Gültigkeit, Wirksamkeit und Gerechtigkeit von Rechtsnormen

  • Gültigkeit: Eine Regel ist gültig, wenn sie die in der Rechtsordnung festgelegten Bedingungen erfüllt. Diese sind:
    • Sie muss von der zuständigen Stelle erlassen worden sein.
    • Sie muss nach dem ordnungsgemäßen Verfahren erlassen worden sein.
    • Sie darf nicht aufgehoben worden sein.
    • Sie darf nicht im Widerspruch zu einer anderen Regel stehen.
  • Wirksamkeit: Eine Regel ist wirksam, wenn sie:
    • spontan erfüllt wird.
    • aus Angst vor der Strafe befolgt wird.
    • trotz Umgehung der Sanktionen durchgesetzt wird.
    • angewendet wird, auch wenn Sanktionen nicht durchgesetzt werden können.
  • Gerechtigkeit: Eine Regel ist gerecht, wenn sie einem bestimmten Standard der Moral entspricht.

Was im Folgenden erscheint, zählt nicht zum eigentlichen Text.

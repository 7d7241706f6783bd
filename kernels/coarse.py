"""Kernels of the two-level estimate of the Jacobi spectral radius (relaxtui.solver.coarse).

The fine operator is the class layout of :mod:`relaxtui.kernels.sweeps`: a
padded class array ``cls`` ((rows + 2) x (cols + 2), 0: not an unknown), the
class table (``table[c, 0..3]``: the weights g/d of the north, south, west and
east neighbours) and the diagonal per class ``diag``. The coupling of an
unknown to a neighbour unknown is ``diag[c] * table[c, side]`` (symmetric).

The coarse operator aggregates 2 x 2 blocks of fine cells (piecewise-constant
prolongation P, Galerkin product P^T A P with the diagonal mass P^T D P): coarse
cell (I, J) (padded coarse layout, I, J >= 1) covers fine padded rows 2I - 1,
2I and columns 2J - 1, 2J. It is kept in its symmetric form
B = D_c^(-1/2) (D_c - A_c) D_c^(-1/2) as three float32 arrays (its diagonal
``cb``, the east coupling ``eb`` and the south coupling ``sb``) and
``sq = sqrt(D_c)`` (float32, 0 where the block holds no unknown).
"""

import math

from numba import prange
from relaxtui.kernels._jit import kernel


@kernel(parallel=True)
def block_mass(cls, diag, sq):
    """sq[I, J] = sqrt(sum of the fine diagonals over block (I, J)), 0 for a block without unknowns."""
    rows, cols = cls.shape[0] - 2, cls.shape[1] - 2
    for ci in prange(1, sq.shape[0] - 1):
        for cj in range(1, sq.shape[1] - 1):
            s = 0.0
            for i in range(2 * ci - 1, min(2 * ci, rows) + 1):
                for j in range(2 * cj - 1, min(2 * cj, cols) + 1):
                    c = cls[i, j]
                    if c != 0:
                        s += diag[c]
            sq[ci, cj] = math.sqrt(s)


@kernel(inline=True)
def _split(d, w_back, w_fwd, first, last):
    """A cell's couplings along one axis: (inside its block, across to the next block). The backward
    neighbour is inside unless the cell is the block's first along the axis; the forward one unless it
    is its last (then it belongs to the next block)."""
    inside = 0.0 if first else d * w_back
    if last:
        return inside, d * w_fwd
    return inside + d * w_fwd, 0.0


@kernel(parallel=True)
def block_couplings(cls, table, diag, sq, cb, eb, sb):
    """Fill the symmetric coarse operator (``cb``, ``eb``, ``sb``) from the fine one; ``sq`` from :func:`block_mass`."""
    rows, cols = cls.shape[0] - 2, cls.shape[1] - 2
    for ci in prange(1, sq.shape[0] - 1):
        for cj in range(1, sq.shape[1] - 1):
            inside = 0.0
            east = 0.0
            south = 0.0
            i_last = 2 * ci
            j_last = 2 * cj
            for i in range(2 * ci - 1, min(i_last, rows) + 1):
                for j in range(2 * cj - 1, min(j_last, cols) + 1):
                    c = cls[i, j]
                    if c == 0:
                        continue
                    d = diag[c]
                    a, across = _split(d, table[c, 0], table[c, 1], i == 2 * ci - 1, i == i_last)  # north, south
                    inside += a
                    south += across
                    a, across = _split(d, table[c, 2], table[c, 3], j == 2 * cj - 1, j == j_last)  # west, east
                    inside += a
                    east += across
            m = float(sq[ci, cj])
            if m > 0.0:
                cb[ci, cj] = inside / (m * m)
                me = float(sq[ci, cj + 1])
                ms = float(sq[ci + 1, cj])
                eb[ci, cj] = east / (m * me) if me > 0.0 else 0.0
                sb[ci, cj] = south / (m * ms) if ms > 0.0 else 0.0
            else:
                cb[ci, cj] = 0.0
                eb[ci, cj] = 0.0
                sb[ci, cj] = 0.0


@kernel(parallel=True)
def start_vector(sq, out, rows):
    """out = sq (the D_c^(1/2) image of the constant vector on the unknowns); rows[i] = the sum of out[i]**2
    over row i, for the inner rows 1 .. shape[0] - 2 (the squared 2-norm is their sum, see :func:`apply_step`)."""
    for i in prange(sq.shape[0]):
        s = 0.0
        for j in range(sq.shape[1]):
            x = float(sq[i, j])
            out[i, j] = x
            s += x * x
        if 0 < i < sq.shape[0] - 1:
            rows[i] = s


@kernel(parallel=True)
def apply_step(z, w, beta, cb, eb, sb, rows):
    """w = B z - beta w in place on the inner rows (w holds the previous Lanczos vector on entry); rows[i] = the
    part of alpha = w . z from row i.

    In place because each cell of w is read only to compute itself: Lanczos then keeps two vectors. The inner
    products are returned per row, each row summed in column order, and added by the caller in one exactly
    rounded sum (math.fsum): the same number for any count of threads, and for any cut of the rows into strips
    across MPI ranks (relaxtui.parallel.coarse)."""
    for i in prange(1, z.shape[0] - 1):
        s = 0.0
        for j in range(1, z.shape[1] - 1):
            x = (cb[i, j] * z[i, j] + (eb[i, j] * z[i, j + 1] + eb[i, j - 1] * z[i, j - 1])
                 + (sb[i, j] * z[i + 1, j] + sb[i - 1, j] * z[i - 1, j])) - beta * w[i, j]
            w[i, j] = x
            s += x * z[i, j]
        rows[i] = s


@kernel(parallel=True)
def subtract_scaled(w, alpha, v, rows):
    """w -= alpha v on the inner rows; rows[i] = the sum of the new w[i]**2 (the squared 2-norm by rows)."""
    for i in prange(1, w.shape[0] - 1):
        s = 0.0
        for j in range(w.shape[1]):
            x = w[i, j] - alpha * v[i, j]
            w[i, j] = x
            s += x * x
        rows[i] = s


@kernel(parallel=True)
def add_scaled(y, factor, v):
    """y += factor * v (sums in float64 whatever the dtype of y)."""
    for i in prange(y.shape[0]):
        for j in range(y.shape[1]):
            y[i, j] = float(y[i, j]) + factor * v[i, j]


@kernel(parallel=True)
def prolong(y, sq, cls, x, shift, first, stop):
    """x = P D_c^(-1/2) y on rows first .. stop - 1 of x: every fine unknown takes the value of its block, 0
    elsewhere. Fine row i lies in coarse row (i + 1 - shift) // 2: shift 0 for the whole padded grid, 1 for a
    strip of it whose first own row is an odd grid row (relaxtui.parallel.coarse)."""
    for i in prange(first, stop):
        ci = (i + 1 - shift) // 2
        for j in range(x.shape[1]):
            if cls[i, j] != 0:
                cj = (j + 1) // 2
                x[i, j] = float(y[ci, cj]) / float(sq[ci, cj])
            else:
                x[i, j] = 0.0


@kernel(parallel=True)
def smooth_colour(x, cls, table, colour):
    """One half of a red-black Gauss-Seidel sweep of J x = x in place: x = J x on the unknowns with
    (i + j) % 2 == colour (arithmetic in float64, whatever the dtype of x)."""
    for i in prange(1, x.shape[0] - 1):
        for j in range(1 + (i + 1 + colour) % 2, x.shape[1] - 1, 2):
            c = cls[i, j]
            if c != 0:
                s = ((table[c, 0] * float(x[i - 1, j]) + table[c, 1] * float(x[i + 1, j]))
                     + table[c, 2] * float(x[i, j - 1])) + table[c, 3] * float(x[i, j + 1])
                x[i, j] = s


@kernel(parallel=True)
def rayleigh(x, cls, table, diag, num, den):
    """Per inner row i: num[i] = sum D x (J x), den[i] = sum D x x over the row's unknowns, J x computed on the
    fly (no array for it); the caller adds the rows (see :func:`apply_step`)."""
    for i in prange(1, x.shape[0] - 1):
        a = 0.0
        b = 0.0
        for j in range(1, x.shape[1] - 1):
            c = cls[i, j]
            if c != 0:
                xc = float(x[i, j])
                jx = ((table[c, 0] * float(x[i - 1, j]) + table[c, 1] * float(x[i + 1, j]))
                      + table[c, 2] * float(x[i, j - 1])) + table[c, 3] * float(x[i, j + 1])
                a += diag[c] * xc * jx
                b += diag[c] * xc * xc
        num[i] = a
        den[i] = b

Rechtspositivismus und Naturrecht

  • Positivismus:
    • Ethischer Skeptizismus: Nur empirisch überprüfbare Aussagen können richtig oder falsch sein.
    • Ideologischer Positivismus: Gültiges Recht ist verbindlich und muss von Richtern und Bürgern befolgt werden (Herstellung des sozialen Friedens).
    • Juristischer Formalismus: Das Recht ist ein vollständiges und kohärentes System von Regeln, das aus der Gesetzgebung stammt.
    • Methodischer Positivismus: Das Recht kann anhand seiner beschreibenden Eigenschaften charakterisiert werden.
    • Soziologischer Realismus: Das Recht ist die Gesamtheit der Vorhersagen darüber, was Richter tun werden. Gesetze dienen nur dazu, zu wissen, was Richter als Recht bezeichnen. (Schule des freien Willens)
  • Naturrecht: Neben dem positiven Recht existiert ein Naturrecht.
    • Ontologisches Naturrecht: Das Recht muss bestimmten ethischen Grundsätzen entsprechen, um als solches zu existieren.
    • Deontologisches Naturrecht: Das Recht muss bestimmten Gerechtigkeitsprinzipien entsprechen, um gerecht zu sein.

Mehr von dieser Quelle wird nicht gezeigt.